Virtual meetings create opportunities for laughter and chaos

The world as we know it has changed drastically in the past year. The use of virtual meetings to hold classes and meetings are now  everyday occurrences.  Zoom, Google Meet, Teams and other various platforms, allow the world to move on even during a global pandemic.  

The change from in-person to virtual classes allowed people to stream from home and have more freedom.  It also created some awkward, embarrassing and hilarious moments that those online had a front row seat for. Once you see something, it can’t be unseen.  

“My cat jumped up in my lap while I was in a Zoom class. It wasn’t a problem until she turned around and the whole class had to stare at her butt, ” Kara Bowman, a junior Special Education major, said.  

Another student was going to take her class virtually one day instead of going to campus for in-person classes.  After making sure the student was online and could hear the lecture, the professor shared her screen for a presentation and asked if that student could see the screen as the students in the class did.  The student who was online replied that no, she couldn’t see the screen, because she was driving! That might take multitasking to a whole new level.

The change to virtual classes is not all fun and games and can be hard on a student. Some  have to get creative to fit those classes in.  

 “One heart-warming story this semester is about a student who has a class right before mine, and she does not have enough time (ten minutes between classes) to find a quiet place on campus for our Teams meeting. What she has opted to do is to park her car close to the building in which she has her first class in the morning before mine, run to her car and sit in there using her cellphone to access Teams — for the entirety of the class, three times a week!” Yun Ding, Associate Professor of Communication, said. 

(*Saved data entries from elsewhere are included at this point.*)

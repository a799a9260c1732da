import { Global, Module } from '@nestjs/common';
import { JobsService } from './jobs.service';

// Global: any feature may send or work jobs.
@Global()
@Module({
  providers: [JobsService],
  exports: [JobsService],
})
export class JobsModule {}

Ding said stories like this show that, “some of our students are really dedicated learners, and they deserve our understanding and help.”

It has been hard on the professors also.  They sometimes record lectures and unload them for the students to view later.  This simple task can also be much more complicated than you think.

One professor said that COVID-19 made him realize there are advantages to a live classroom lecture over a recorded Zoom lecture. He came to the office to record a lecture for Zoom over spring break. He came on a Saturday afternoon because he knew no one would be around, and he could record without interruption.  

“In the middle of my lecture, my cell phone rang. I promptly turned off the phone and continued lecturing. Then, my office phone rang, and I picked up the phone and put the receiver back down on its cradle. A few moments later, someone was knocking on my door. Thinking it must be an emergency, I went to the door. The person there said she had seen my car in the parking lot and wanted to say hello,” Russ Witcher, Communication professor, said. 

Others tell of things that happen on their virtual meetings that left them shaking their heads.

“I’ve been in two meetings where people fell asleep.  That happens in regular meetings now and then of course, but nobody could nudge the person awake when you’re meeting via Zoom!” Paula Hinton, Associate History Professor, said. “My favorite, though, is the time when this one person’s cat was using the litter box right behind him–he didn’t notice, but the rest of us did!”

Casual Friday became casual every day of the week.  Across the nation, students logged on to virtual classrooms in their pajamas, no make-up, hair all askew.  Baseball caps, hoodies and hair scrunchies became everyday attire.  Professors who required students to turn their cameras on sometimes got more than they bargained for.  They saw their students in a variety of places: the kitchen, sitting at the table, lounging on the couch, sitting up in bed, in a car and even in the bathroom. 

At another university, a student missed a meeting with a professor, so the professor FaceTimed the student.  The student made the mistake of answering the call while getting out of the shower.  The student tried to be professional  and did a wonderful job of only showing his head and shoulders on the call.  Unfortunately, he forgot about the mirror in the bathroom where his reflection could be seen.  The meeting was quickly rescheduled.  

Everyone needs a laugh sometimes, and some antics in the virtual world certainly provide those. A good rule to follow is to be aware of your surroundings, and make sure you are aware of what others are seeing.